● **Task objective**: Scan the entries below for lines holding "EndS". Give the number of such lines alone.

═══ Available records

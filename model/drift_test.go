package model

import (
	"math"
	"testing"
)

// TestDrifted: what a step leaves open in a stage that drifts is taken so that the food moves fastest, to the side of its surroundings; what is typed, other
// stages and covered food stay as they are.
func TestDrifted(t *testing.T) {
	yes, no, film, walls, rh, wrap := true, false, 9.0, 31.0, 40.0, 0.02
	for _, x := range []struct {
		name   string
		stage  *Stage
		startC float64
		e      Exposure
		moist  bool
		want   Exposure // what it becomes; FilmFactor 0: as it was
		open   bool
	}{
		{"hot, blank", Rest, 70, Exposure{Surface: StillAir}, true, Exposure{FilmFactor: 1.25, RadiatingC: ptr(20.0), Wet: &yes, RH: ptr(0.0)}, true},
		{"cold, wet", HoldCold, 3, Exposure{Surface: MovingAir, AirMS: &film, Wet: &yes}, true, Exposure{FilmFactor: 1.25, RadiatingC: ptr(24.0), Wet: &yes, RH: ptr(100.0)}, true},
		{"hot, without moisture", Rest, 70, Exposure{Surface: StillAir}, false, Exposure{FilmFactor: 1.25, RadiatingC: ptr(20.0)}, true},
		{"hot, dry: nothing condenses", HoldHot, 70, Exposure{Surface: StillAir, Wet: &no}, true, Exposure{FilmFactor: 1.25, RadiatingC: ptr(20.0), Wet: &no}, true},
		{"cold, dry: vapour condenses", Store, 3, Exposure{Surface: StillAir, Wet: &no}, true, Exposure{FilmFactor: 1.25, RadiatingC: ptr(24.0), Wet: &no, RH: ptr(100.0)}, true},
		{"wrapped", Rest, 70, Exposure{Surface: StillAir, Cover: TightWrap, WrapM2KW: &wrap}, true, Exposure{FilmFactor: 1.25, RadiatingC: ptr(20.0)}, true},
		{"film varied already", Rest, 70, Exposure{Surface: StillAir, FilmFactor: 0.8}, false, Exposure{FilmFactor: 1, RadiatingC: ptr(20.0)}, true},
		{"all typed", Rest, 70, Exposure{Surface: StillAir, FilmW: &film, RadiatingC: &walls, Wet: &yes, RH: &rh}, true, Exposure{FilmW: &film, RadiatingC: &walls, Wet: &yes, RH: &rh}, false},
		{"water", HoldHot, 70, Exposure{Surface: WaterBath}, true, Exposure{FilmW: ptr(1000.0)}, true},
		{"a film for everything", Rest, 70, Exposure{Surface: Film, FilmW: &film}, true, Exposure{FilmW: &film}, false},
		{"chilling", Cool, 70, Exposure{Surface: StillAir}, true, Exposure{}, false},
		{"cooking", Cook, 10, Exposure{Surface: StillAir, Wet: &yes}, true, Exposure{Wet: &yes}, false},
	} {
		t.Run(x.name, func(t *testing.T) {
			p, _ := plain()
			p.StartC = x.startC
			e := x.e
			e.Medium = Course{TimesS: []float64{0, 900}, C: []float64{20, 24}}
			steps := []Step{{Name: "s", Stage: x.stage, DurationS: 900, Exposure: e, Faces: []FaceExposure{{Face: Top, Exposure: e}}}}
			ran, err := Solve(p, steps, Options{})
			if err != nil {
				t.Fatal(err)
			}
			out, open := Drifted(&p, steps, ran, x.moist)
			same := func(a, b *float64) bool { return (a == nil) == (b == nil) && (a == nil || *a == *b) }
			for _, got := range []*Exposure{&out[0].Exposure, &out[0].Faces[0].Exposure} {
				if open != x.open || !same(got.FilmW, x.want.FilmW) || math.Abs(got.FilmFactor-x.want.FilmFactor) > 1e-9 || !same(got.RadiatingC, x.want.RadiatingC) || !same(got.RH, x.want.RH) ||
					(got.Wet == nil) != (x.want.Wet == nil) || got.wet() != x.want.wet() {
					t.Errorf("open %v, %+v; want %v, %+v", open, got, x.open, x.want)
				}
			}
			if steps[0].RadiatingC != x.e.RadiatingC || steps[0].Faces[0].Wet != x.e.Wet {
				t.Error("the plan's own step has changed")
			}
		})
	}
}
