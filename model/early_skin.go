package model

import "math"

// What a face that reacts drives in just after a change of surroundings: one whose film follows its surface, that radiates, or where vapour condenses or
// water evaporates. The heat that it takes falls as its surface warms. What differs from the course that went on is therefore driven to the temperature at
// which it would take what the old surroundings went on to give, through a film that lies between the slopes of that heat on the way there; and no place
// leaves what the food had before and what its faces are in balance with (comparison and maximum principle of the equation of heat; any textbook).

// taking is what a face that reacts takes at one instant, by the temperature of its surface.
type taking struct {
	of    func(surfaceC float64) (w, slope float64) // W/m² and W/(m²·K)
	reach extent                                    // what the surface stays between, °C
	w     [takingLooks]float64                      // what is taken at even distances from one end of that to the other, W/m²
	falls bool                                      // it falls as the surface warms
}

// takingLooks is at how many temperatures a face is looked at, and steepMore by what the steepest fall between two of them may be less than the steepest
// slope: that leaps at a dew point, below which it grows by 5 % a K (own choice).
const takingLooks, steepMore = 33, 1.5

// newTaking looks at a face.
func newTaking(of func(surfaceC float64) (w, slope float64), only func(surfaceC float64) float64, reach extent) *taking {
	x := &taking{of: of, reach: reach, falls: reach[0] < reach[1]}
	for i := range x.w {
		x.w[i] = only(reach[0] + float64(i)*x.apart())
		x.falls = x.falls && (i == 0 || x.w[i] < x.w[i-1])
	}
	return x
}

// apart is the distance of two temperatures that are looked at, K.
func (x *taking) apart() float64 { return (x.reach[1] - x.reach[0]) / (takingLooks - 1) }

// steep is the steepest fall between two temperatures, W/(m²·K).
func (x *taking) steep(way extent) float64 {
	most, all := 0.0, way[0] < x.reach[0] || way[1] > x.reach[1]
	for i := 1; i < takingLooks; i++ {
		if c := x.reach[0] + float64(i)*x.apart(); all || c > way[0] && c-x.apart() < way[1] {
			most = max(most, x.w[i-1]-x.w[i])
		}
	}
	return steepMore * most / x.apart()
}

// at is the surface temperature at which a heat is taken, °C, from one nearby on. Where the surface does not come to it may be what is best known: a
// straight line, as steep as the steepest within.
func (x *taking) at(w, near float64) float64 {
	switch first, last := x.w[0], x.w[takingLooks-1]; {
	case w >= first:
		return x.reach[0] - (w-first)/x.steep(extent{math.Inf(-1), math.Inf(1)})
	case w <= last:
		return x.reach[1] + (last-w)/x.steep(extent{math.Inf(-1), math.Inf(1)})
	}
	lo, hi := x.reach[0], x.reach[1]
	c := clamp(near, x.reach)
	for range 60 {
		is, slope := x.of(c)
		if is > w {
			lo = c
		} else {
			hi = c
		}
		next := c - (is-w)/slope
		if !(next > lo && next < hi) {
			next = (lo + hi) / 2
		}
		if math.Abs(next-c) < nearC {
			return next
		}
		c = next
	}
	return c
}

// nearC is how closely a temperature is found, K.
const nearC = 1e-5

// boilsNearK is how near to boiling a wet surface counts as boiling, K (own choice).
const boilsNearK = 1

// metFace is what a face meets in a step.
type metFace struct {
	*skin
	stays bool    // the medium stays as it is
	x     *taking // where it stays, and was looked at
}

// meets gives what a face meets in a step. Faces in the same surroundings share what the march asked for first: that of the upper face, on the first axis.
func (of *settlingOf) meets(step int, face *Face) *metFace {
	st := &of.s.steps[step]
	e := st.on(face)
	if k, ok := of.faces[e]; ok {
		return k
	}
	own := *e
	own.Medium = of.s.raised(st, &own, nil)
	k := &metFace{skin: of.s.skinOf(&own, face, st)}
	k.stays = len(k.course.x) < 2 && len(k.humidity.x) < 2
	if len(of.by) >= manyNodes {
		k.seen(manyPlaces)
	}
	if of.faces == nil {
		of.faces = map[*Exposure]*metFace{}
	}
	of.faces[e] = k
	return k
}

// manyNodes is from how many nodes of a body on the heat of a face is tabulated.
const manyNodes = 100

// taking is what a face that reacts takes in a step, tau s into it.
func (of *settlingOf) taking(k *metFace, tau float64) *taking {
	if k.x != nil {
		return k.x
	}
	takes, only := of.takes(k, tau), func(c float64) float64 {
		k.look(tau)
		return k.direct(c, &k.now)
	}
	if k.law != nil || len(of.by) >= manyNodes {
		only = func(c float64) float64 {
			w, _ := takes(c)
			return w
		}
	}
	x := newTaking(takes, only, of.h.hull[of.now])
	if k.stays {
		k.x = x
	}
	return x
}

// takes gives the heat that a face takes by the temperature of its surface, and its slope, tau s into a step.
func (of *settlingOf) takes(k *metFace, tau float64) func(surfaceC float64) (w, slope float64) {
	if len(of.by) >= manyNodes {
		return func(c float64) (w, slope float64) { return k.flux(c, tau) }
	}
	return func(c float64) (w, slope float64) { return k.exact(c, tau) }
}

// instants are those of a step at which its faces are looked at, s of the chain.
func (of *settlingOf) instants(e *settles, step int) []float64 {
	sp := &of.h.Spans[step]
	from, to := max(sp.StartS, e.sinceS), min(sp.EndS, e.untilS)
	times := []float64{from, to}
	for _, k := range of.h.knots[step] {
		if t := sp.StartS + k; t > from && t < to {
			times = append(times, t)
		}
	}
	return times
}

// reacting adds what the nodes of a face that reacts ask for in a step, as node does. It is false where nothing is known: what a wet face takes from still
// air that is a little warmer rises as it warms, for the film goes down while water still evaporates.
func (of *settlingOf) reacting(e *settles, d *drive, face *Face, step int, differ, flow *extent) bool {
	k := of.meets(step, face)
	if k.wet && k.air != nil && k.air.forced == nil {
		return false
	}
	for _, t := range of.instants(e, step) {
		x := of.taking(k, t-of.h.Spans[step].StartS)
		if !x.falls {
			return false
		}
		way := extent{math.Inf(1), math.Inf(-1)}
		for i := range of.by {
			if !of.on(d, i) {
				continue
			}
			went := of.went(e, d, face, i)
			if went == nil {
				return false
			}
			c, slack := e.onward(of.by[i], t)
			q, qSlack := went(t, c)
			to := c
			for _, w := range [2]float64{q - qSlack, q + qSlack} {
				to = x.at(w, to)
				differ.add(to-c, slack+nearC)
				way.add(to, 0)
			}
			way.add(c, slack)
			on := clamp(c, x.reach)
			w, _ := x.of(on)
			flow.add(w-q, x.steep(extent{c - slack, c + slack})*(slack+math.Abs(c-on))+qSlack)
		}
		steep := math.Inf(1) // where water boils
		if !k.wet || way[1] < k.boilsC-boilsNearK {
			steep = x.steep(way) / of.k[0]
		}
		d.film[1] = max(d.film[1], steep)
	}
	return true
}

// wentReacting is went of a face that reacted.
func (of *settlingOf) wentReacting(e *settles, face *Face, node int) func(t, c float64) (q, slack float64) {
	sp, k := &of.h.Spans[of.since-1], of.meets(of.since-1, face)
	if len(k.humidity.x) > 1 {
		return nil
	}
	if !k.stays {
		m := &k.exp.Medium
		return func(t, c float64) (q, slack float64) {
			a := k.surroundings(m.onward(sp.EndS-sp.StartS, t-sp.StartS), at(&k.humidity, 0))
			q, slope := k.sloped(c, &a, slopeK)
			_, off := e.onward(of.by[node], t)
			return q, math.Abs(slope) * off
		}
	}
	takes := of.takes(k, 0)
	return func(t, c float64) (q, slack float64) {
		q, slope := takes(c)
		_, off := e.onward(of.by[node], t)
		return q, math.Abs(slope) * off
	}
}

// within finds what no place leaves: what the food had when the course that goes on ended, and what its faces since then are in balance with.
func (of *settlingOf) within(e *settles) [2]float64 {
	s := of.s
	r := extent{s.product.StartC, s.product.StartC}
	if e.backS > 0 {
		low, high := of.h.body.extremes(of.h.field.at(e.sinceS))
		r = extent{low.c, high.c}
	}
	for m := of.since; m <= of.now; m++ {
		times := of.instants(e, m)
		for a := range s.used {
			of.balances(m, s.faces[a][1], times, &r)
			if s.kinds[a] == planeFull {
				of.balances(m, s.faces[a][0], times, &r)
			}
		}
	}
	wide := slackKeptK + e.bentK
	return [2]float64{r[0] - wide, r[1] + wide}
}

// balances adds the temperatures at which a face takes nothing in a step.
func (of *settlingOf) balances(step int, face *Face, times []float64, r *extent) {
	k := of.meets(step, face)
	if k.insulated {
		return
	}
	for _, t := range times {
		if r.add(of.balanceC(k, t-of.h.Spans[step].StartS), 0); k.stays {
			return
		}
	}
}

// balanceC is the temperature at which a face takes nothing, °C.
func (of *settlingOf) balanceC(k *metFace, tau float64) float64 {
	if !k.linear && !k.held {
		if x := of.taking(k, tau); x.falls {
			return x.at(0, k.mediumC(tau))
		}
	}
	return k.skin.balanceC(tau)
}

══════

● **Task answer**: 2